Theiling Online    Sitemap    Conlang Mailing List HQ   

Re: Dictionary formats

From:<kam@...>
Date:Sunday, March 31, 2002, 14:24
On Sat, Mar 30, 2002 at 10:55:07PM -0600, Peter Clark wrote:

> If I may hijack this thread (sorry), I would like to make a general appeal > to all the programmers on this list: please, someone, anyone, write a > dictionary-making program. It can even be text-based (heck, I run Linux, the > command line does not frighten the likes of me), just so long as it allows > for multiple semantic ranges that works both ways and automatically handles > word entry and sorting. Or tell me where I can find such a program. Please! > I'm can't imagine how I'm going to handle a dictionary once I get over a > couple hundred words. > :Peter
At a very basic level you can do a fair bit with grep, sort and cut, read their man pages. I'm writing bits of software to produce concordances that are sort of dictionaries, but mainly concerned with how a given word appears in the various texts, the nice thing is that with html you can put in links to the actual lines in the texts. At a later stage I'll probably add an option for producing something more like a normal dictionary. At present words are grouped by "headwords" (ie all the parts of "to see" appear together) but the headwords themselves don't yet appear. The idea is to have a fairly simple database that can if need be be edited in a text editor, and then write the software to automatically produce plain text, html and latex output. I've just been writing code to allow for notes in the text, and need to figure out the best way to add notes on dictionary entries.

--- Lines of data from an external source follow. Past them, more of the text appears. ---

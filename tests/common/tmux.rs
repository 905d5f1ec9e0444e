//! The tmux session the end-to-end board tests drive: the built binary in a real
//! terminal with a fresh HOME, config dir and data dir (so the built-in demo, and a
//! sign-off log of its own), keys sent with `send-keys`, the screen read with
//! `capture-pane`. After the board exits the shell prints `rhoboard exited N` and
//! `stty -a`, so a test can check the terminal was given back.
#![allow(dead_code, reason = "each test file uses a different part")]

use std::path::PathBuf;
use std::process::Command;
use std::time::{Duration, Instant};

/// How long a screen may take to show what a test waits for: generous, since a loaded
/// 2-core CI machine can be slow to start the binary.
const PATIENCE: Duration = Duration::from_secs(45);

/// One tmux session running the board; killed (and its temporary folder removed) on drop.
pub struct Session {
    /// The tmux session's name.
    pub name: String,
    /// HOME, XDG_CONFIG_HOME, and `data/` below it as RHOBOARD_DATA_DIR.
    pub home: PathBuf,
}

impl Drop for Session {
    fn drop(&mut self) {
        let _ = Command::new("tmux")
            .args(["kill-session", "-t", &self.name])
            .status();
        let _ = std::fs::remove_dir_all(&self.home);
    }
}

/// Runs tmux; its standard output.
pub fn tmux(args: &[&str]) -> String {
    let out = Command::new("tmux").args(args).output().expect("tmux runs");
    String::from_utf8_lossy(&out.stdout).into_owned()
}

/// Whether tmux is here; where not, says so and the test skips — except in CI
/// (`CI=true`), where it fails.
pub fn have_tmux(test: &str) -> bool {
    let found = Command::new("tmux")
        .arg("-V")
        .output()
        .is_ok_and(|o| o.status.success());
    if !found {
        if std::env::var("CI").is_ok_and(|v| v == "true") {
            panic!("tmux is missing in CI: .ci/run installs it");
        }
        println!("skipping the tmux {test} test: tmux is not installed");
    }
    found
}

impl Session {
    /// Starts `rhoboard ARGS` in a `width`×`height` terminal.
    pub fn start(tag: &str, args: &str, (width, height): (u16, u16)) -> Session {
        let name = format!("rhoboard-e2e-{tag}-{}", std::process::id());
        let home = std::env::temp_dir().join(&name);
        std::fs::create_dir_all(&home).expect("temp home");
        let bin = env!("CARGO_BIN_EXE_rhoboard");
        let script = format!(
            "HOME='{h}' XDG_CONFIG_HOME='{h}' RHOBOARD_DATA_DIR='{h}/data' '{bin}' {args}; echo \"rhoboard exited $?\"; stty -a; exec sleep 60",
            h = home.display()
        );
        let s = Session { name, home };
        let (w, h) = (width.to_string(), height.to_string());
        // Tests run in parallel: two first sessions can race to start the tmux server,
        // and the loser's new-session fails. Try again a few times before giving up.
        let mut last = String::new();
        for attempt in 0..5 {
            let out = Command::new("tmux")
                .args([
                    "new-session",
                    "-d",
                    "-s",
                    &s.name,
                    "-x",
                    &w,
                    "-y",
                    &h,
                    "sh",
                    "-c",
                    &script,
                ])
                .output()
                .expect("tmux new-session");
            if out.status.success() {
                return s;
            }
            last = String::from_utf8_lossy(&out.stderr).into_owned();
            std::thread::sleep(Duration::from_millis(200 * (attempt + 1)));
        }
        panic!("tmux new-session failed five times: {last}")
    }

    /// The screen now.
    pub fn screen(&self) -> String {
        tmux(&["capture-pane", "-p", "-t", &self.name])
    }

    /// Sends each of `keys` (tmux key names, or `-l TEXT`). After an Escape it pauses:
    /// an Escape read together with the next key is that key with Alt, as a terminal
    /// would have it, and a loaded machine can read them together.
    pub fn keys(&self, keys: &[&str]) {
        for k in keys {
            tmux(&["send-keys", "-t", &self.name, k]);
            if *k == "Escape" {
                std::thread::sleep(Duration::from_millis(300));
            }
        }
    }

    /// Waits (polling) until the screen satisfies `ok`; the screen then.
    pub fn wait_for(&self, what: &str, ok: impl Fn(&str) -> bool) -> String {
        let start = Instant::now();
        loop {
            let s = self.screen();
            if ok(&s) {
                return s;
            }
            if start.elapsed() > PATIENCE {
                panic!("timed out waiting for {what}; screen:\n{s}");
            }
            std::thread::sleep(Duration::from_millis(100));
        }
    }

    /// Waits until every one of `parts` is on the screen at once — a frame caught
    /// mid-draw under load has some and not others — and returns that screen. A
    /// time-out names the parts still missing.
    pub fn wait_for_all(&self, what: &str, parts: &[&str]) -> String {
        let start = Instant::now();
        loop {
            let s = self.screen();
            let missing: Vec<&&str> = parts.iter().filter(|p| !s.contains(**p)).collect();
            if missing.is_empty() {
                return s;
            }
            if start.elapsed() > PATIENCE {
                panic!("timed out waiting for {what}: missing {missing:?}; screen:\n{s}");
            }
            std::thread::sleep(Duration::from_millis(100));
        }
    }

    /// Whether the pane shows the alternate screen.
    pub fn alternate_on(&self) -> bool {
        tmux(&["display-message", "-p", "-t", &self.name, "#{alternate_on}"]).trim() == "1"
    }

    /// The board's process id: the pane's shell's child, while it runs.
    pub fn board_pid(&self) -> Option<String> {
        let sh = tmux(&["display-message", "-p", "-t", &self.name, "#{pane_pid}"]);
        let sh = sh.trim();
        std::fs::read_to_string(format!("/proc/{sh}/task/{sh}/children"))
            .ok()?
            .split_whitespace()
            .next()
            .map(str::to_string)
    }

    /// Sends `signal` (e.g. `-HUP`) to the board's process.
    pub fn signal_board(&self, signal: &str) -> Option<String> {
        let pid = self.board_pid()?;
        let status = Command::new("kill")
            .args([signal, &pid])
            .status()
            .expect("kill");
        assert!(status.success(), "kill {signal} {pid}");
        Some(pid)
    }

    /// After the board exited: the normal screen, canonical mode and echo are back, as
    /// `stty -a` reports them.
    pub fn assert_restored(&self) {
        // Wait for stty's report after the exit line, then read its flags as words.
        let screen = self.wait_for("stty's report", |t| {
            t.contains("rhoboard exited") && t.split_whitespace().any(|w| w.ends_with("icanon"))
        });
        assert!(!self.alternate_on(), "left the alternate screen");
        assert!(
            !screen.contains("Planning aid only"),
            "board gone:\n{screen}"
        );
        let words: Vec<&str> = screen.split_whitespace().collect();
        assert!(words.contains(&"icanon"), "canonical mode back:\n{screen}");
        assert!(
            !words.contains(&"-icanon"),
            "canonical mode back:\n{screen}"
        );
        assert!(words.contains(&"echo"), "echo back:\n{screen}");
        assert!(!words.contains(&"-echo"), "echo back:\n{screen}");
    }
}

One advantage at present is that database entries for a particular text or word or grammatical form etc can be extracted with grep. This is all work in progress (and I tend to work in fits and starts) and the code is fairly spaghettoid at this point, for some sample output see http://home.clara.net/carrot/kernmss/tgk (Sorry about the Christian content, the historical Cornish texts I'm working on are about 95% religious, such was the stranglehold the church had on thought and literacy) I'd be interested to know more clearly what it is you need, in particular what sort of input you'll have, text, word lists??? Keith Mylchreest NB written Cornish has a fairly clear idea about what a 'word' is, this is by no means the case for all languages.